Eddington pandemi döneminde geçiyor; Tam 5 yıl önce, 2020 yılının mayıs ayının sonunda. Daha sonra Minneapolisli bir polis memuru , Afroamerikalı George Floyd'u boğarak öldürdü; bu cinayet, ABD genelinde Black Lives Matter sokak protestolarını tetikledi. Phoenix, küçük bir çöl kasabasının beyaz şerifidir . Maske takmayı reddeder ve hatta vatandaşlarını da takmamaya teşvik eder. Çok az film -belki Radu Jude'un The Unfortunate Lay veya Crazy Porn- yüz maskelerinin kullanımını bu kadar keskin bir şekilde hicvetmeyi başarmıştır; bunlar salgının temsil ettiği komplo teorisi kuyusunda sadece bir damladır ve Eddington'da şerifin kayınvalidesini de içine alır; eşi (Emma Stone) ise aşırı sağcı QAnon'un pedofili teorilerine kapılmış bir şekilde bebek işlemeye kendini adamıştır. Austin Butler'ın canlandırdığı, Capitol'e saldıran illuminati üyelerinin bir parodisi gibi görünen bir karakter daha var.

Pascal İspanyol kökenli ve sadece belediye başkanı değil, aynı zamanda kasabanın barının da sahibi. Şeriften çok daha aklı başında bir adam olduğu ortaya çıkıyor ama Aster hiçbir şeyi gözden kaçırmıyor; buna yerel gençlik ve Black Lives Matter protestoları da dahil.
Midsommar (2019) ve Hereditary (2018) filmlerinin yönetmeni, hem zarafet hem de kötülükle, Eddington'ı (Albuquerque'de çekildi) Amerikan toplumunun tüm kesimlerinin (korkmuş ve paranoyak beyazlardan yerli Amerikalılara, Afrikalı Amerikalılara ve Hispaniklere kadar) temsil edildiği bir masa oyununa dönüştürüyor.
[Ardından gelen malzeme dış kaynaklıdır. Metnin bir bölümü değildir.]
class StripsPanel:
    """The strips of the page; ``update()`` draws what the state shows."""

    def __init__(self, vm, lines, *, max_slots: int, on_width, on_marks_edited):
        self.vm = vm
        self._lines = lines
        self.max_slots = max_slots
        self.on_width = on_width
        self.on_marks_edited = on_marks_edited
        self.mark_mode = False
        self._placed_key = None
        self._placed = None
        self.meta = ColumnDataSource({"scale": [1.0], "ref_A": [0.0], "ref_name": [""],
                                      "frame": ["observed"]})
        self.readout = Div(text="move the cursor over a strip for wavelength, velocity and flux",
                           sizing_mode="stretch_width", name="readout",
                           styles={"font-size": "12.5px", "color": PALETTE["ink"]})
        self.slots: list[Slot] = []
        self.glyphs: set[str] = set()
        self.column = pn.Column(sizing_mode="stretch_width")

    def set_mark_mode(self, on: bool):
        """Mouse marking: make each strip's mark tool (or pan, when off) the active drag."""
        self.mark_mode = bool(on)
        with pn.io.hold():
            for slot in self.slots:
                slot.fig.toolbar.active_drag = slot.box_edit if on else slot.pan

    def ensure(self, n: int):
        """Strip figures are made when first needed (never more than self.max_slots)."""
        new = []
        while len(self.slots) < min(n, self.max_slots):
            slot = Slot(len(self.slots), self)
            if self.mark_mode:
                slot.fig.toolbar.active_drag = slot.box_edit
            self.slots.append(slot)
            new.append(pn.pane.Bokeh(slot.fig, sizing_mode="stretch_width", margin=(0, 0, 2, 0)))
        if new:
            self.column.extend(new)

    def on_range(self, slot: Slot, ev):
        """End of a pan or zoom in one strip: the window becomes the state."""
        if slot.strip is None or ev.x0 is None or ev.x1 is None:
            return
        sc = scale(self.vm.state.unit)
        x0, x1 = float(ev.x0) * sc, float(ev.x1) * sc
        if not (math.isfinite(x0) and math.isfinite(x1)) or x1 <= x0:
            return
        fr = self.vm.frame()
        s0, s1 = self.vm.strip_display_range(slot.strip, fr)
        x0, x1 = max(s0, x0), min(s1, x1)
        cur = (self.vm.state.lo, self.vm.state.hi)
        whole = (x1 - x0) >= 0.999 * (s1 - s0)
        if whole:
            if self.vm.zoom_strip() == slot.strip or cur == (None, None):
                if cur != (None, None):
                    self.vm.state.param.update(lo=None, hi=None)
            return
        if cur[0] is not None and abs(cur[0] - x0) < 1e-6 and abs(cur[1] - x1) < 1e-6:
            return
        self.vm.state.param.update(lo=x0, hi=x1)

    def on_reset(self, slot: Slot):
        if self.vm.zoom_strip() == slot.strip:
            self.vm.state.param.update(lo=None, hi=None)

    def _ref(self):
        st = self.vm.state
        if not st.ref or self._lines is None:
            return 0.0, ""
        try:
            sp, w, _ = markers.parse_target(st.ref)
        except ValueError:
            return 0.0, ""
        row = markers.find_line(self._lines, sp, w, "air") if sp else None
        if row is None:
            row = markers.find_line(self._lines, sp, w, "vacuum") if sp else None
        if row is None:
            return 0.0, ""
        lam = float(row["air_A"] if st.medium == "air" else row["vacuum_A"])
        return lam, f"{row['species']} {lam:.2f} ({st.medium})"

    def _placed_lines(self, fr: Frame):
        key = (self.vm.state.star, fr)
        if key != self._placed_key:
            self._placed = markers.place(self.vm.data.star_lines(self.vm.state.star), fr)
            self._placed_key = key
        return self._placed

    def _ew_map(self):
        df = self.vm.data.features(self.vm.state.star)
        if df is None or "species" not in df or "ew_mA" not in df or "rest_A" not in df:
            return None
        return {(s, round(float(r), 1)): float(e) for s, r, e in zip(df["species"], df["rest_A"], df["ew_mA"],
                                                                    strict=True)
                if s and np.isfinite(r) and np.isfinite(e)}

    def update(self):
        st = self.vm.state
        fr = self.vm.frame()
        sc = scale(st.unit)
        flux = "norm" if st.flux == "normalized" else "raw"
        strips = self.vm.page_strips()
        self.ensure(len(strips))
        zs = self.vm.zoom_strip()
        ref_A, ref_name = self._ref()
        self.meta.data = {"scale": [sc], "ref_A": [ref_A], "ref_name": [ref_name], "frame": [st.frame]}
        placed = self._placed_lines(fr)
        ew = self._ew_map()
        feats = self.vm.data.features(st.star)
        for i, slot in enumerate(self.slots):
            strip = strips[i] if i < len(strips) else None
            slot.strip = strip
            visible = strip is not None
            if slot.fig.visible != visible:
                slot.fig.visible = visible
            if not visible:
                continue
            s0, s1 = self.vm.strip_display_range(strip, fr)
            if zs == strip:
                lo, hi = max(s0, st.lo), min(s1, st.hi)
            else:
                lo, hi = s0, s1
            width = plot_width_px(slot.fig)
            key = (st.star, strip, round(lo, 6), round(hi, 6), fr, st.unit, flux, st.yaxis, width,
                   tuple(st.lines), st.strength, ref_A, tuple(map(tuple, st.marks)), zs == strip)
            if key == slot.drawn:
                continue
            self.draw_slot(slot, strip, lo, hi, s0, s1, fr, sc, flux, width, placed, ew, feats, zs == strip)
            slot.drawn = key
        shown = [s for s in self.slots if s.strip is not None]
        unit = "Å" if st.unit == "A" else "nm"
        for k, slot in enumerate(shown):
            slot.fig.xaxis.axis_label = (f"λ ({unit}, {st.medium}, {st.frame} frame)"
                                         if k == len(shown) - 1 else None)
        self.glyphs = set().union(*(s.glyphs for s in shown)) if shown else set()

    def raw_flux_words(self) -> str:
        """The y words of raw flux: its unit from the star's record when known."""
        u = self.vm.record().get("flux_unit")
        return f"flux ({u})" if u else "flux (as recorded)"

    def draw_slot(self, slot, strip, lo, hi, s0, s1, fr, sc, flux, width, placed, ew, feats, focused):
        """Fill one strip figure: LOD data for [lo, hi] (displayed Å), markers, ranges."""
        st = self.vm.state
        stored = fr.from_display_A(np.array([lo, hi]))
        w = self.vm.data.window(st.star, strip, float(stored[0]), float(stored[1]), 2 * width, flux=flux)
        x = (fr.to_display_A(np.asarray(w["wavelength"], dtype=np.float64)) / sc).astype(np.float32)
        slot.src.data = spectrum_columns(x, np.asarray(w["flux"], dtype=np.float32), int(w.get("level", 0)))
        slot.level = int(w.get("level", 0))
        xr_ = slot.fig.x_range
        xr_.update(bounds=None)
        xr_.update(start=lo / sc, end=hi / sc, reset_start=s0 / sc, reset_end=s1 / sc,
                   bounds=(s0 / sc, s1 / sc))
        y0, y1 = flux_axis(w["flux"], flux == "norm", st.yaxis)
        slot.fig.y_range.update(start=y0, end=y1, reset_start=y0, reset_end=y1)
        slot.fig.outline_line_color = PALETTE["focus"] if focused else None
        slot.number.text = f"strip {strip + 1}"
        slot.fig.yaxis.axis_label = "normalised flux" if flux == "norm" else self.raw_flux_words()
        slot.fig.yaxis.axis_label_text_font_size = "9px"
        slot.fig.yaxis.axis_label_text_font_style = "normal"
        m = markers.visible(placed, lo, hi, st.lines, st.strength, st.medium, width, ew=ew)
        m = in_unit(m, sc, st.medium)
        m["colour"] = [PALETTE["telluric"] if t else PALETTE["stellar"] for t in m["telluric"]]
        slot.msrc.data = m
        slot.glyphs = {"envelope" if slot.level > 0 else "spectrum"}
        slot.glyphs |= {"telluric" if t else "stellar" for t in m["telluric"]}
        fd = {"x": [], "y": [], "species": [], "rest": [], "ew": [], "colour": []}
        if feats is not None and "wavelength_A" in feats:
            fx = fr.to_display_A(feats["wavelength_A"].to_numpy(dtype=float))
            inside = (fx >= lo) & (fx <= hi)
            sub = feats[inside]
            sp = sub["species"].astype(str).tolist() if "species" in sub else [""] * len(sub)
            un = is_unexplained(sp, sub["kind"] if "kind" in sub else [""] * len(sub))
            unit = "Å" if sc == 1.0 else "nm"
            fd = {
                "x": fx[inside] / sc,
                "y": [y1 - 0.03 * (y1 - y0)] * len(sub),
                "species": ["unexplained" if u else s for s, u in zip(sp, un, strict=True)],
                "rest": [f"{r / sc:.4f} {unit}" if np.isfinite(r) else "—"
                         for r in sub.get("rest_A", [np.nan] * len(sub))],
                "ew": [f"{e:.1f} mÅ" if np.isfinite(e) else "not measured"
                       for e in sub.get("ew_mA", [np.nan] * len(sub))],
                "colour": [PALETTE["feature_unexplained"] if u else PALETTE["feature_known"] for u in un],
            }
            slot.glyphs |= {"feature_unexplained" if u else "feature_known" for u in un}
        slot.fsrc.data = fd
        idx = [k for k, mk in enumerate(st.marks) if mk[1] >= lo and mk[0] <= hi]
        slot.mark_idx = idx
        slot.drawn_marks = {"x0": [st.marks[k][0] / sc for k in idx], "x1": [st.marks[k][1] / sc for k in idx],
                            "note": [st.marks[k][2] for k in idx], "i": [float(k) for k in idx]}
        slot.ksrc.data = dict(slot.drawn_marks)
        if idx:
            slot.glyphs.add("mark")
        if focused:
            slot.glyphs.add("focus")
        d = np.linspace(s0 - 1.0, s1 + 1.0, 33)
        vac = dataclasses.replace(fr, medium="vacuum").to_display_A(fr.from_display_A(d))
        air = dataclasses.replace(fr, medium="air").to_display_A(fr.from_display_A(d))
        slot.conv.data = {"d": d, "vac": vac, "air": air}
Hepsi yeni bir Vahşi Batı'nın parçası, Trumpizm ve alternatif internet gerçekleri kültü için verimli bir zemin .
Aster, haber ile yalanı birbirinden ayırt edemeyen sosyal medya ve televizyon dilini ustalıkla sunuyor. Örneğin arka planda bir televizyonda gazeteci ve aşırı sağcı kişilik Tucker Carlson görünüyor. Birkaç gün önce, tam da bu festivalde, Mesihçi Tom Cruise, son imkânsız görevinde gerçeği korumak zorunda kalırken, bu cuma, tam tersi kutuptan gelen bir başka film, önümüzde bizi bekleyen kaosun nasıl demlendiğini hatırlattı.
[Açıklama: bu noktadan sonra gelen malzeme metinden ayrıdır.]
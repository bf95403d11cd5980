"""Reader for the older 1-D linear-dispersion header convention of FITS spectrum images.

Layout: an image whose axis 1 is the dispersion axis with ``CTYPE1 = 'LINEAR'``
or no ``CTYPE1`` at all, and either

* ``CRVAL1``, ``CRPIX1`` (default 0, as in Paper I) and the step ``CD1_1`` (preferred, as in FITS
  WCS Paper I, Greisen & Calabretta 2002, A&A 395, 1061; from memory) or ``CDELT1``:
  ``x(p) = CRVAL1 + step (p - CRPIX1)`` for pixel ``p`` = 1, 2, ... (Paper I, eq. 1-3);
* or ``W0`` (first pixel) and ``WPC`` (step per pixel): ``x(p) = W0 + WPC (p - 1)``
  (common practice).

``DC-FLAG = 1`` means ``x`` is log10 of the wavelength, ``0`` or absent linear
(a published header convention, from memory); any other value is refused.
The unit is Å unless ``CUNIT1`` or ``units=`` in the ``WAT1_nnn`` cards says
otherwise (``--wave-unit`` replaces the Å default).  Medium from ``AIRORVAC`` /
``VACUUM`` / ``MEDIUM``, else unknown.  Shapes ``(n)``, ``(1, n)``, ``(1, 1, n)``
give one spectrum; ``(rows, n)`` one spectrum per row, all on the shared axis;
``(bands, rows, n)`` as in :mod:`atlas.io.bands`.
"""

from __future__ import annotations

import numpy as np

from atlas.errors import InputError
from atlas.io import bands, fitsutil, validate, wat

NAME = "fits_linear"
DESCRIPTION = "FITS image with the older linear dispersion cards (CTYPE1 LINEAR or none, DC-FLAG)"

#: CTYPE1 values of this convention ('' = no CTYPE1).
LINEAR_CTYPES = ("LINEAR", "")


def _claims(header, is_image) -> bool:
    if not is_image or header.get("NAXIS", 0) < 1 or header.get("NAXIS1", 0) < 2:
        return False
    if str(header.get("CTYPE1", "")).strip().upper() not in LINEAR_CTYPES:
        return False
    if wat.attributes(wat.wat_string(header, 0)).get("system", "").lower() == "multispec":
        return False
    has_crval = header.get("CRVAL1") is not None and (
        header.get("CDELT1") is not None or header.get("CD1_1") is not None
    )
    return has_crval or (header.get("W0") is not None and header.get("WPC") is not None)


@validate.sniffer
def can_read(path) -> bool:
    """True for a FITS image with linear dispersion cards and no wavelength image beside it."""
    if not validate.is_fits(path):
        return False
    headers = fitsutil.peek(path)
    if not headers or any(n in fitsutil.WAVE_EXTNAMES for n, _, _ in headers):
        return False
    first = next((h for h in headers if h[2] and h[1].get("NAXIS", 0) >= 1), None)
    return first is not None and _claims(first[1], first[2])


def convention_unit(header, wave_unit, path):
    """CUNIT1, else ``units=`` of WAT1, else ``--wave-unit``, else Å (the convention's default)."""
    from atlas.io.fits_image import _axis_unit

    named = str(header.get("CUNIT1", "") or "").strip()
    where = "CUNIT1"
    if not named:
        named = wat.attributes(wat.wat_string(header, 1)).get("units", "")
        where = "units in WAT1"
    if named or wave_unit is not None:
        return _axis_unit(named or None, wave_unit, path, where)
    return validate.wavelength_unit("Angstrom", path, "the default unit")


def _number(header, key, path):
    try:
        v = float(header[key])
    except (TypeError, ValueError):
        raise InputError(path, f"{key} is not a number: {header[key]!r}") from None
    if not np.isfinite(v):
        raise InputError(path, f"{key} is not finite")
    return v


def axis_values(header, n: int, path) -> np.ndarray:
    """``x`` of pixels 1..n from CRVAL1/CRPIX1/CD1_1|CDELT1 or W0/WPC, log10 undone for DC-FLAG 1."""
    p = np.arange(1, n + 1, dtype=np.float64)
    if header.get("CRVAL1") is not None:
        step_key = "CD1_1" if header.get("CD1_1") is not None else "CDELT1"
        if header.get(step_key) is None:
            raise InputError(path, "no spectral axis: CRVAL1 without CD1_1 or CDELT1")
        crpix = _number(header, "CRPIX1", path) if header.get("CRPIX1") is not None else 0.0
        x = _number(header, "CRVAL1", path) + _number(header, step_key, path) * (p - crpix)
    elif header.get("W0") is not None and header.get("WPC") is not None:
        x = _number(header, "W0", path) + _number(header, "WPC", path) * (p - 1.0)
    else:
        raise InputError(path, "no spectral axis: neither CRVAL1 and CDELT1 nor W0 and WPC")
    flag = header.get("DC-FLAG", 0)
    try:
        flag = int(flag)
    except (TypeError, ValueError):
        raise InputError(path, f"DC-FLAG is {flag!r}; expected 0 (linear) or 1 (log10)") from None
    if flag == 1:
        if np.any(x > 300):
            raise InputError(path, "DC-FLAG = 1 but the axis values are not log10 wavelengths")
        return 10.0**x
    if flag != 0:
        raise InputError(path, f"DC-FLAG is {flag}; expected 0 (linear) or 1 (log10)")
    return x


def open_image(path):
    """``(path, header, flux rows, uncertainty rows or None, metadata, medium)`` of the first
    image of a file written with the linear or WAT2 dispersion cards (shared by both readers)."""
    p = validate.check_file(path)
    with fitsutil.open_fits(p) as hdul:
        index = fitsutil.first_image(hdul)
        if index is None:
            raise InputError(p, "not a spectrum file: no image HDU with data")
        hdu = hdul[index]
        header = fitsutil.merged_header(hdul[0].header if index else None, hdu.header)
        flux, unc = bands.split(hdu.data, hdu.header, p)
        attrs = fitsutil.header_metadata(header)
        file_medium = fitsutil.air_or_vacuum(header) or "unknown"
    return p, header, flux, unc, attrs, file_medium


def read(path, *, wave_unit=None, medium=None, **_options):
    """Read a linear-dispersion image (one spectrum, or one per row) into a Spectrum."""
    p, header, flux, unc, attrs, file_medium = open_image(path)
    unit = convention_unit(header, wave_unit, p)
    wave = validate.to_angstrom(axis_values(header, flux.shape[1], p), unit)
    if flux.shape[0] == 1:
        flux, unc, wave2 = flux[0], None if unc is None else unc[0], wave
    else:
        wave2 = np.broadcast_to(wave, flux.shape).copy()
    return validate.build(
        p, NAME, wave2, flux, unc, medium=file_medium, medium_option=medium, attrs=attrs
    )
Aster'in politik hicvi, önceki filmlerindeki psikolojik dehşet ve travmanın karanlık incelemelerinden uzaklaşıyor. Beau korktuktan sonra (2023) başkahramanının karanlık ruhuna takılıp kalan filmde, yapımcı bir kez daha Joaquin Phoenix ile çalışıyor. Her şeyin başına geldiği (karısı onu terk ediyor, kendisi covid'e yakalanıyor...) ve eski usul beyaz üstünlüğünü (maskelere hayır; silahlara evet) satanizmin yeni biçimlerine adanmış bir kasabanın dört sokağında sergileyen çok komik bir karakter yaratmayı başarıyor.
Aboneliğinize başka bir kullanıcı eklemek ister misiniz?
Bu cihazda okumaya devam ederseniz diğer cihazda okumanız mümkün olmayacaktır.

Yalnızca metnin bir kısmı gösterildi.